スフィアン・スティーブンスはデトロイト生まれ。若くしてギター、ベース、ドラムのほか、ピアノ、オーボエ、バンジョー、ヴィブラフォンその他あらゆる楽器の演奏に精通していた鬼才で、1999年に義父と共同で自主レーベルを立ち上げ、2003年に自らの故郷をテーマにしたアルバム『Michigan』を発表し反響を呼ぶ。2005年には「アメリカ50州全てに、それぞれの州のためのアルバムを作る」という壮大なプロジェクト(現在はプロジェクト自体が頓挫気味)を掲げ、同年に発表したアルバム『Illinois』がビルボードの新人チャートで1位を獲得する。
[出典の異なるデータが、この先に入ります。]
"""Both ways of verifying, over kinds of keys, dates, namespaces, revocation and patterns: equal answers or none."""

from __future__ import annotations

import itertools
import shutil
import subprocess
from pathlib import Path

import pytest

from trunnion.errors import RecordError
from trunnion.records.armour import parse_signature
from trunnion.records.keylist import matches, parse_keys
from trunnion.records.verification import Keys, Outcome, verify

MESSAGE = b'{"stated": "exactly this"}\n'
NAMESPACE = "checked@trunnion"
AT = "2031-05-28T12:00:00Z"
KINDS = {"ed25519": (), "rsa": ("-b", "2048"), "ecdsa": ()}
OPTIONS = {
    "none": "",
    "namespace": 'namespaces="checked@trunnion"',
    "another namespace": 'namespaces="prepared@trunnion"',
    "namespace pattern": 'namespaces="*@trunnion"',
    "refused namespace": 'namespaces="!checked@*,*"',
    "valid": 'valid-after="20310101Z",valid-before="20320101Z"',
    "not yet valid": 'valid-after="20310601Z"',
    "no more valid": 'valid-before="203105281159Z"',
    "last second": 'valid-before="20310528120000Z"',
    "first second": 'valid-after="20310528120000Z"',
    "local dates": 'valid-after="20300101",valid-before="20320101"',
    "authority": "cert-authority",
    "unknown option": 'flavour="sweet"',
}
PRINCIPALS = ["c1", "c?", "*", "p1", "!c1,*", "p1,c1", "C1", '"c1"']
pytestmark = pytest.mark.needs("ssh-keygen")


@pytest.fixture(scope="module")
def signed(tmp_path_factory, make_key) -> dict[str, tuple[str, bytes]]:
    """By kind of key: the public line, and a signature of MESSAGE in NAMESPACE."""
    folder = tmp_path_factory.mktemp("kinds")
    made = {}
    for kind, more in KINDS.items():
        path = make_key(folder / kind, kind, *more)
        command = ["ssh-keygen", "-Y", "sign", "-f", path, "-n", NAMESPACE]
        done = subprocess.run(command, input=MESSAGE, capture_output=True, check=True)
        made[kind] = ((folder / f"{kind}.pub").read_text().strip(), done.stdout)
    return made


def both(signature: bytes, keys: Keys, *, person="c1", namespace=NAMESPACE, at=AT, message=MESSAGE):
    asked = {"person": person, "namespace": namespace, "at": at, "keys": keys}
    return verify(message, signature, **asked), verify(message, signature, **asked, fallback=True)


def require_agreement(program, fallback) -> None:
    assert program.outcome in (Outcome.GOOD, Outcome.BAD)
    assert fallback.outcome in (program.outcome, Outcome.UNVERIFIED)


@pytest.mark.parametrize("kind", KINDS)
def test_both_routes_agree_or_the_fallback_says_that_it_can_not(signed, kind: str) -> None:
    public, signature = signed[kind]
    other = signed["rsa" if kind == "ed25519" else "ed25519"][0]
    good = unverified = 0
    for principal, option in itertools.product(PRINCIPALS, OPTIONS.values()):
        listed = f"{principal} {option} {public}\n".replace("  ", " ").encode()
        lists = (None, other.encode() + b"\n", public.encode() + b"\n")
        for revoked in lists if principal in ("c1", "!c1,*") else lists[:1]:
            program, fallback = both(signature, Keys(listed, revoked))
            require_agreement(program, fallback)
            if revoked is not None and revoked.startswith(public.encode()):
                assert program.outcome is Outcome.BAD, "a revoked key fails at every stated time"
            good += fallback.good
            unverified += fallback.outcome is Outcome.UNVERIFIED
    assert (good > 0) == (kind != "ecdsa"), "the fallback knows Ed25519 and RSA only"
    assert unverified > 0


@pytest.mark.parametrize("person", ["c1", "c2", "p1", "c1 ", "C1", "-c1", ""])
@pytest.mark.parametrize("namespace", [NAMESPACE, "prepared@trunnion", "file", "*"])
def test_persons_and_namespaces_are_judged_alike(signed, person: str, namespace: str) -> None:
    public, signature = signed["ed25519"]
    keys = Keys(f'c1 namespaces="*@trunnion" {public}\n'.encode())
    program, fallback = both(signature, keys, person=person, namespace=namespace)
    require_agreement(program, fallback)
    assert program.good == (person == "c1" and namespace == NAMESPACE)


@pytest.mark.parametrize("lines", [
    ["broken line", "GOOD"], ["GOOD", "broken line"], ["# comment", "", "GOOD"], ["c1 ssh-ed25519 AAAA", "GOOD"],
    ["c1 namespaces=\"x@y\" GOODKEY", "GOOD"],
    ['c1 namespaces="checked@trunnion" OTHER', "GOOD"], ["\tGOOD"], ["GOOD\r"],
])  # fmt: skip
def test_several_lines_are_judged_alike(signed, lines: list[str]) -> None:
    public, signature = signed["ed25519"]
    text = (
        "\n".join(lines).replace("GOODKEY", public).replace("GOOD", f"c1 {public}").replace("OTHER", signed["rsa"][0])
    )
    require_agreement(*both(signature, Keys(text.encode() + b"\n")))


def test_other_content_is_not_good_on_either_route(signed) -> None:
    for public, signature in signed.values():
        program, fallback = both(signature, Keys(f"c1 {public}\n".encode()), message=MESSAGE + b" ")
        assert program.outcome is Outcome.BAD
        assert fallback.outcome in (Outcome.BAD, Outcome.UNVERIFIED)


def test_a_file_that_is_not_exactly_one_armour_block_is_refused(signed) -> None:
    public, signature = signed["ed25519"]
    keys = Keys(f"c1 {public}\n".encode())
    lines = signature.split(b"\n")
    spoiled = {
        "two blocks": signature * 2,
        "text before": b"words\n" + signature,
        "text after": signature + b"words\n",
        "empty line": b"\n".join([lines[0], b"", *lines[1:]]),
        "spaces": signature.replace(b"\n", b" \n"),
        "windows line ends": signature.replace(b"\n", b"\r\n"),
        "no end": b"\n".join(lines[:-2]) + b"\n",
        "nothing": b"",
        "too much": signature.replace(lines[1], lines[1] * 2000),
    }
    for name, content in spoiled.items():
        for found in both(content, keys):
            assert found.outcome is Outcome.BAD, name
        with pytest.raises(RecordError):
            parse_signature(content)
    assert parse_signature(signature.rstrip(b"\n")).namespace == NAMESPACE


def test_a_key_revocation_list_needs_ssh_keygen(signed, tmp_path: Path) -> None:
    """A binary KRL (ssh-keygen -k) is judged by ssh-keygen; the fallback never calls the signature good."""
    public, signature = signed["ed25519"]
    (tmp_path / "key.pub").write_text(public + "\n")
    subprocess.run(["ssh-keygen", "-q", "-k", "-f", tmp_path / "krl", tmp_path / "key.pub"], check=True)
    keys = Keys(f"c1 {public}\n".encode(), (tmp_path / "krl").read_bytes())
    program, fallback = both(signature, keys)
    assert (program.outcome, fallback.outcome) == (Outcome.BAD, Outcome.UNVERIFIED)


def test_without_ssh_keygen_the_fallback_judges(signed, monkeypatch) -> None:
    monkeypatch.setattr(shutil, "which", lambda name: None)
    public, signature = signed["ed25519"]
    found = verify(MESSAGE, signature, person="c1", namespace=NAMESPACE, at=AT, keys=Keys(f"c1 {public}\n".encode()))
    assert (found.outcome, found.route) == (Outcome.GOOD, "sshsig")
    public, signature = signed["ecdsa"]
    found = verify(MESSAGE, signature, person="c1", namespace=NAMESPACE, at=AT, keys=Keys(f"c1 {public}\n".encode()))
    assert found.text == "not verified: needs ssh-keygen (keys of the kind ecdsa-sha2-nistp256)"


@pytest.mark.parametrize(("text", "patterns", "expected"), [
    ("p1", "p1", True), ("p1", "p?", True), ("p10", "p?", False), ("p1", "*", True), ("p1", "!p1,*", False),
    ("p1", "**", True), ("", "*", True), ("p1", "p*1*", True), ("p1x", "*p?", False), ("ab", "a*?b", False),
    ("a" * 150, "*a" * 70 + "*b", False), ("a*b", "a?b", True), ("", "", True), ("a", "", False),
    ("p1", "*,!p1", False), ("p1", "a,b", False), ("p.1", "p.1", True), ("px1", "p.1", False),
])  # fmt: skip
def test_patterns_as_ssh_config_5_has_them(text: str, patterns: str, expected: bool) -> None:
    assert matches(text, patterns) is expected


def test_people_who_share_a_key_are_one_person(signed) -> None:
    first, second = signed["ed25519"][0], signed["rsa"][0]
    listed = parse_keys(f"a {first}\nb {first}\nb {second}\nc {second}\nd {signed['ecdsa'][0]}\n".encode())
    assert listed.identities(["a", "b", "c", "d"]) == {"a": "a", "b": "a", "c": "a", "d": "d"}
『行き止まりの世界に生まれて('18)』のリアリティは身につまされる(けど大傑作!)が、同映画の若者たちと同様にラストベルトで生まれ育ったスフィアンの「置き去りにされた街と人々への眼差し」は、彼の歌声とメロディによる物憂げな郷愁に満ち満ちていながらも、伝統的な楽器の使用やアレンジセンスによってアクティブな前向きさも感じさせてくれる。
これがスフィアン・スティーブンスの音楽が「本当のアメリカ」を旅するためのドライヴィングミュージックに最適たる所以で、アメリカの暗がりの部分にスポットを当てていながらも、「その部分こそがアメリカらしさあり、アメリカの良さなんだよ」みたいな「第三者的目線でのアメリカ愛」が感じられて、これまでのまるごと内省に向かいがちだったインディーフォーク/ネオフォーク勢(ボニー・プリンス・ビリーとかカレント93とか。どっちも好きだけどね。)からはあまり感じられなかったバイブスである。もちろん英語が理解できない日本人の私とネイティブリスナーには大きな印象差はあるだろうけど、どんなに深刻なテーマの歌詞が歌われていようが、彼の緻密でトラッドなアレンジは、素朴で、かつ広大なアメリカの大地に旅に出たくなる気持ちを掻き立てる。いずれロードムービーの音楽を全監修してほしい。


For the Widows in Paradise, for the Fatherless in Ypsilanti


Romulus


John Wayne Gacy, Jr.


Decatur, or, Round of Applause for Your Stepmother!


Death with Dignity


No Shade in theShadow of The Cross


That Was the Worst Christmas Ever!



本当のことを言えば、一番最初に列挙した私の考える「本当のアメリカ」の景色の数々は、逆にアメリカ人が2024年の日本でninjaやsamuraiを探すように、アメリカ本国においては今や古くさい過去のものであることも重々承知だが、スフィアン・スティーブンスの音楽は、まだ今もなおそれらの景色が、寂しげにかつ強かに、アメリカ内陸部に無数に点在しているかのように錯覚させてくれる。

いずれアメリカ中がスマートシティとテスラのEVだらけにすげ変わる前に、アメリカを車で横断してみたいなって。パティの味が薄いハンバーガーに文句言ったり、砂埃が入ったコーラ飲んだり、水しか出てこないモーテルのシャワーと格闘したりしながら。
スフィアン・スティーブンスのアルバムを片手に。